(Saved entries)
######
public sealed class CommandTests : IDisposable
{
    private readonly CliHarness _cli = new();

    public void Dispose() => _cli.Dispose();

    private void Init(int n = 100)
    {
        Assert.Equal(ExitCodes.Success, _cli.Run("init").Exit);
        var add = _cli.Run("holdout", "add", "validation", "--labels", _cli.Labels(n));
        Assert.Equal(ExitCodes.Success, add.Exit);
        Assert.Contains(n.ToString("#,0", CultureInfo.InvariantCulture) + " examples", add.Out);
    }

    private string Head() => JsonDocument.Parse(_cli.Run("verify", "--format", "json").Out).RootElement.GetProperty("chainHead").GetString() ?? "";

    [Fact]
    public void Record_prints_the_look_number_and_observed_score()
    {
        Init();
        var first = _cli.Run("record", "validation", "--configuration", """{"trainer":"a"}""", "--predictions", _cli.Predictions(100, 7, "p1.csv"));
        Assert.Equal(ExitCodes.Success, first.Exit);
        Assert.Equal("look 1 on holdout 'validation': error 0.0700", first.Out.Trim());
        var second = _cli.Run("record", "validation", "--configuration", _cli.Write("c.json", """{"trainer":"b"}""").Insert(0, "@"), "--score", "0.05");
        Assert.Contains("look 2", second.Out);
        Assert.Contains("score only", second.Out);
        var show = _cli.Run("holdout", "show", "validation");
        Assert.Contains("#1", show.Out);
        Assert.Contains("""{"trainer":"b"}""", show.Out);
        Assert.Contains("validation", _cli.Run("holdout", "list").Out);
    }

    [Theory]
    [InlineData(new[] { "record", "validation", "--configuration", "{}" }, ExitCodes.BadArguments)]
    [InlineData(new[] { "record", "validation", "--configuration", "{}", "--score", "0.1", "--predictions", "x.csv" }, ExitCodes.BadArguments)]
    [InlineData(new[] { "record", "validation", "--configuration", "{}", "--score", "NaN" }, ExitCodes.BadInput)]
    [InlineData(new[] { "record", "validation", "--configuration", "{}", "--score", "1.2" }, ExitCodes.BadInput)]
    [InlineData(new[] { "record", "validation", "--configuration", "{}", "--score", "abc" }, ExitCodes.BadInput)]
    [InlineData(new[] { "record", "validation", "--configuration", "{oops", "--score", "0.1" }, ExitCodes.BadInput)]
    [InlineData(new[] { "record", "nowhere", "--configuration", "{}", "--score", "0.1" }, ExitCodes.BadArguments)]
    [InlineData(new[] { "record", "validation", "--configuration", "{}", "--predictions", "missing.csv" }, ExitCodes.BadInput)]
    [InlineData(new[] { "record", "validation", "--confguration", "{}" }, ExitCodes.BadArguments)]
    [InlineData(new[] { "statement", "validation", "--confidence", "1.5" }, ExitCodes.BadArguments)]
    [InlineData(new[] { "statement", "validation", "--format", "xml" }, ExitCodes.BadArguments)]
    [InlineData(new[] { "void", "validation", "9", "--reason", "x" }, ExitCodes.BadArguments)]
    [InlineData(new[] { "init" }, ExitCodes.LedgerUnusable)]
    public void Errors_are_one_line_with_a_distinct_exit_code_and_write_nothing(string[] args, int expected)
    {
        Init();
        var head = Head();
        var result = _cli.Run(args);
        Assert.Equal(expected, result.Exit);
        Assert.Single(result.Err.Split('\n', StringSplitOptions.RemoveEmptyEntries));
        Assert.StartsWith("accountant: ", result.Err);
        Assert.Equal(head, Head());
    }

    [Fact]
    public void Predictions_for_another_holdout_are_refused_with_nothing_written()
    {
        Init();
        var head = Head();
        var missing = _cli.Run("record", "validation", "--configuration", "{}", "--predictions", _cli.Predictions(99, 0, "short.csv"));
        Assert.Equal(ExitCodes.BadInput, missing.Exit);
        Assert.Contains("miss 1", missing.Err);
        var extra = _cli.Run("record", "validation", "--configuration", "{}", "--predictions", _cli.Predictions(101, 0, "long.csv"));
        Assert.Equal(ExitCodes.BadInput, extra.Exit);
        Assert.Contains("'e101'", extra.Err);
        var labelled = _cli.Write("labelled.csv", "id,prediction,label\n" + string.Concat(Enumerable.Range(1, 100).Select(i => $"e{i},0,{(i == 50 ? 1 - i % 2 : i % 2)}\n")));
        var wrongLabel = _cli.Run("record", "validation", "--configuration", "{}", "--predictions", labelled);
        Assert.Equal(ExitCodes.BadInput, wrongLabel.Exit);
        Assert.Contains("different holdout", wrongLabel.Err);
        Assert.Equal(head, Head());
    }

    [Fact]
    public void Import_takes_json_lines_with_scores_and_prediction_files()
    {
        Init();
        _cli.Predictions(100, 10, "a.csv");
        var file = _cli.Write("looks.jsonl", """
            {"configuration":{"leaves":8},"score":0.2}
            {"configuration":{"leaves":16},"predictions":"a.csv","stage":"full"}

            {"configuration":"{\"leaves\":32}","score":0.15,"search":"grid-1"}
            """);
        var result = _cli.Run("import", "validation", file);
        Assert.Equal(ExitCodes.Success, result.Exit);
        Assert.Contains("imported 3 look(s)", result.Out);
        Assert.Contains("numbers 1–3", result.Out);
        var statement = JsonDocument.Parse(_cli.Run("statement", "validation", "--format", "json").Out).RootElement;
        Assert.Equal(3, statement.GetProperty("looks").GetInt32());
        Assert.Equal(2, statement.GetProperty("best").GetProperty("look").GetInt32());
        Assert.Equal(2, statement.GetProperty("scoreOnlyLooks").GetInt32());
    }

    [Fact]
    public void Import_of_csv_treats_every_other_column_as_a_hyperparameter()
    {
        Init();
        var file = _cli.Write("grid.csv", "trainer,leaves,score\nfasttree,8,0.2\n\"fast,tree\",16,0.1\n");
        Assert.Equal(ExitCodes.Success, _cli.Run("import", "validation", file).Exit);
        var show = JsonDocument.Parse(_cli.Run("holdout", "show", "validation", "--format", "json").Out).RootElement;
        var second = show.GetProperty("looks")[1].GetProperty("configuration");
        Assert.Equal("fast,tree", second.GetProperty("trainer").GetString());
        Assert.Equal(16, second.GetProperty("leaves").GetInt32());
    }

    [Theory]
    [InlineData("{\"configuration\":{},\"score\":0.1}\n{\"configuration\":{},\"score\":\"0.2\"}\n", "line 2")]
    [InlineData("{\"configuration\":{},\"score\":0.1}\n{\"configuration\":{},\"score\":0.1}\nnot json\n", "line 3")]
    [InlineData("{\"configuration\":{},\"score\":0.1}\n{\"configuration\":{},\"score\":7}\n", "line 2")]
    [InlineData("{\"configuration\":{},\"score\":0.1,\"predictions\":\"a.csv\"}\n", "line 1")]
    [InlineData("{\"score\":0.1}\n", "line 1")]
    [InlineData("{\"configuration\":{},\"predictions\":\"nope.csv\"}\n", "line 1")]
    public void An_import_with_one_bad_line_imports_nothing_and_names_the_line(string content, string where)
    {
        Init();
        var head = Head();
        var result = _cli.Run("import", "validation", _cli.Write("bad.jsonl", content));
        Assert.Equal(ExitCodes.BadInput, result.Exit);
        Assert.Contains(where, result.Err);
        Assert.Contains("Nothing was", result.Err);
        Assert.Equal(head, Head());
    }

    [Fact]
    public void Statement_json_carries_the_fields_other_tools_rely_on_with_the_check_values()
    {
        Init(1000);
        // Ten looks, best error 0.10 on n = 1000: binomial-union 0.1269 (SciPy 1.10.1), hoeffding-union 0.1515 (DESIGN.md check values).
        var lines = string.Concat(new[] { 0.2, 0.15, 0.1, 0.3, 0.12, 0.11, 0.5, 0.4, 0.13, 0.14 }.Select((s, i) => $"{{\"configuration\":{{\"i\":{i}}},\"score\":{s.ToString(CultureInfo.InvariantCulture)}}}\n"));
        Assert.Equal(ExitCodes.Success, _cli.Run("import", "validation", _cli.Write("ten.jsonl", lines)).Exit);
        var root = JsonDocument.Parse(_cli.Run("statement", "validation", "--format", "json").Out).RootElement;
        Assert.Equal(1, root.GetProperty("schemaVersion").GetInt32());
        Assert.Equal("validation", root.GetProperty("holdout").GetProperty("name").GetString());
        Assert.Equal(1000, root.GetProperty("holdout").GetProperty("size").GetInt32());
        Assert.Equal(10, root.GetProperty("looks").GetInt32());
        Assert.Equal(0, root.GetProperty("adaptiveLooks").GetInt32());
        Assert.Equal(3, root.GetProperty("best").GetProperty("look").GetInt32());
        Assert.Equal(0.1, root.GetProperty("best").GetProperty("observed").GetDouble());
        var bounds = root.GetProperty("bounds").EnumerateArray().ToList();
        Assert.Equal("binomial-union", bounds[0].GetProperty("method").GetString());
        Assert.Equal(0.1269, bounds[0].GetProperty("bound").GetDouble(), 4);
        Assert.Equal(0.0269, bounds[0].GetProperty("margin").GetDouble(), 4);
        Assert.True(bounds[0].GetProperty("guarantee").GetBoolean());
        Assert.Equal(0.1515, bounds.Single(b => b.GetProperty("method").GetString() == "hoeffding-union").GetProperty("bound").GetDouble(), 4);
        Assert.Equal(0.02, root.GetProperty("budget").GetProperty("tolerance").GetDouble());
        Assert.True(root.GetProperty("budget").GetProperty("looksLeft").GetInt64() >= 0);
        Assert.Equal(64, root.GetProperty("chainHead").GetString()!.Length);
        var warning = root.GetProperty("warnings")[0];
        Assert.False(string.IsNullOrEmpty(warning.GetProperty("code").GetString()));
        Assert.False(string.IsNullOrEmpty(warning.GetProperty("message").GetString()));
        Assert.Equal(5, root.GetProperty("cautions").GetArrayLength());

        var markdown = _cli.Run("statement", "validation", "--format", "markdown").Out;
        Assert.Contains("| **binomial-union** | 0.1269 |", markdown);
    }

    [Fact]
    public void Numbers_are_culture_invariant_under_a_comma_decimal_culture()
    {
        Init(1000);
        _cli.Run("record", "validation", "--configuration", "{}", "--score", "0.1");
        var saved = CultureInfo.CurrentCulture;
        try
        {
            CultureInfo.CurrentCulture = CultureInfo.GetCultureInfo("de-DE");
            var table = _cli.Run("statement", "validation");
            Assert.Contains("0.1170", table.Out); // one look: the Langford/Clopper–Pearson bound 0.1170 (SciPy 1.10.1)
            Assert.DoesNotContain("0,1170", table.Out);
            var plan = _cli.Run("plan", "--looks", "1", "--tolerance", "0.05", "--two-sided", "--no-ledger");
            Assert.Contains("738", plan.Out);
        }
        finally
        {
            CultureInfo.CurrentCulture = saved;
        }
    }

    [Fact]
    public void Budget_strict_fails_the_gate_on_an_overused_holdout()
    {
        Init(100);
        var lines = string.Concat(Enumerable.Range(0, 30).Select(i => $"{{\"configuration\":{{\"i\":{i}}},\"score\":0.3}}\n"));
        _cli.Run("import", "validation", _cli.Write("many.jsonl", lines));
        var loose = _cli.Run("budget", "validation", "--tolerance", "0.5", "--strict");
        Assert.Equal(ExitCodes.Success, loose.Exit);
        var strict = _cli.Run("budget", "validation", "--tolerance", "0.05", "--strict");
        Assert.Equal(ExitCodes.GateFailed, strict.Exit);
        Assert.Contains("overused", strict.Err);
        Assert.Equal(ExitCodes.Success, _cli.Run("budget", "validation", "--tolerance", "0.05").Exit);
        var json = JsonDocument.Parse(_cli.Run("budget", "validation", "--tolerance", "0.05", "--format", "json").Out).RootElement;
        Assert.True(json.GetProperty("overused").GetBoolean());
        Assert.Equal(30, json.GetProperty("looksUsed").GetInt32());
    }

    [Fact]
    public void Plan_gives_the_published_hoeffding_sizes_and_the_exact_binomial_size()
    {
        // Hoeffding 1963; arithmetic: ε = δ = 0.05 → 738 two-sided, 600 one-sided; ε = 0.01 → 18,445 two-sided.
        Assert.Contains("738", _cli.Run("plan", "--looks", "1", "--tolerance", "0.05", "--two-sided").Out);
        Assert.Contains("600", _cli.Run("plan", "--looks", "1", "--tolerance", "0.05").Out);
        Assert.Contains("18,445", _cli.Run("plan", "--looks", "1", "--tolerance", "0.01", "--two-sided").Out);
        var json = JsonDocument.Parse(_cli.Run("plan", "--looks", "100", "--tolerance", "0.02", "--error", "0.1", "--format", "json").Out).RootElement;
        var plans = json.GetProperty("plans").EnumerateArray().ToList();
        Assert.True(plans[1].GetProperty("holdoutSize").GetInt64() < plans[0].GetProperty("holdoutSize").GetInt64());
        Assert.Equal(ExitCodes.BadArguments, _cli.Run("plan", "--looks", "0", "--tolerance", "0.05").Exit);
    }

    [Fact]
    public void Void_keeps_the_look_counted_and_verify_detects_tampering()
    {
        Init();
        _cli.Run("record", "validation", "--configuration", "{\"a\":1}", "--score", "0.01");
        _cli.Run("record", "validation", "--configuration", "{\"a\":2}", "--score", "0.2");
        var voided = _cli.Run("void", "validation", "1", "--reason", "leaked labels");
        Assert.Equal(ExitCodes.Success, voided.Exit);
        var statement = JsonDocument.Parse(_cli.Run("statement", "validation", "--format", "json").Out).RootElement;
        Assert.Equal(2, statement.GetProperty("looks").GetInt32());
        Assert.Equal(1, statement.GetProperty("voidedLooks").GetInt32());
        Assert.Equal(2, statement.GetProperty("best").GetProperty("look").GetInt32());
        var head = statement.GetProperty("chainHead").GetString()!;

        var ok = _cli.Run("verify", "--head", head);
        Assert.Equal(ExitCodes.Success, ok.Exit);
        Assert.Contains("chain valid: 4 entries", ok.Out);

        using (var connection = new SqliteConnection($"Data Source={_cli.Ledger};Pooling=False"))
        {
            connection.Open();
            using var command = connection.CreateCommand();
            command.CommandText = "DROP TRIGGER looks_no_update; UPDATE looks SET score = 0.001 WHERE number = 2;";
            command.ExecuteNonQuery();
        }

        var bad = _cli.Run("verify");
        Assert.Equal(ExitCodes.LedgerIntegrity, bad.Exit);
        Assert.Contains("entry 3", bad.Err);
    }

    [Fact]
    public void The_ledger_comes_from_the_option_then_the_environment_then_the_default()
    {
        var other = Path.Combine(_cli.Folder, "from-env.db");
        _cli.Variables["ACCOUNTANT_LEDGER"] = other;
        Assert.Equal(ExitCodes.Success, _cli.RunRaw(["init"]).Exit);
        Assert.True(File.Exists(other));
        var missing = _cli.RunRaw(["holdout", "list", "--ledger", Path.Combine(_cli.Folder, "none.db")]);
        Assert.Equal(ExitCodes.LedgerUnusable, missing.Exit);
        Assert.Contains("accountant init", missing.Err);
    }

    [Fact]
    public void A_newer_ledger_and_a_file_that_is_not_a_ledger_are_refused()
    {
        Init();
        using (var connection = new SqliteConnection($"Data Source={_cli.Ledger};Pooling=False"))
        {
            connection.Open();
            using var command = connection.CreateCommand();
            command.CommandText = "PRAGMA user_version = 7;";
            command.ExecuteNonQuery();
        }

        var newer = _cli.Run("statement", "validation");
        Assert.Equal(ExitCodes.LedgerUnusable, newer.Exit);
        Assert.Contains("schema version 7", newer.Err);
        var notLedger = _cli.Run("holdout", "list", "--ledger", _cli.Labels(3, "plain.csv"));
        Assert.Equal(ExitCodes.LedgerUnusable, notLedger.Exit);
    }

    [Fact]
    public void No_arguments_prints_where_to_start_and_help_has_an_example()
    {
        var intro = _cli.RunRaw([]);
        Assert.Equal(ExitCodes.Success, intro.Exit);
        Assert.Contains("accountant demo", intro.Out);
        Assert.Contains("accountant statement", intro.Out);
        foreach (var verb in new[] { "init", "record", "import", "statement", "budget", "plan", "void", "verify", "search", "unseal", "plot", "report", "compare", "simulate", "demo" })
        {
            Assert.Contains("Example: accountant " + verb, _cli.RunRaw([verb, "--help"]).Out);
        }
    }
}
######
Assigned task: Across the data above, count every line with "fast" in it and write only the total.

Reply to the task: 2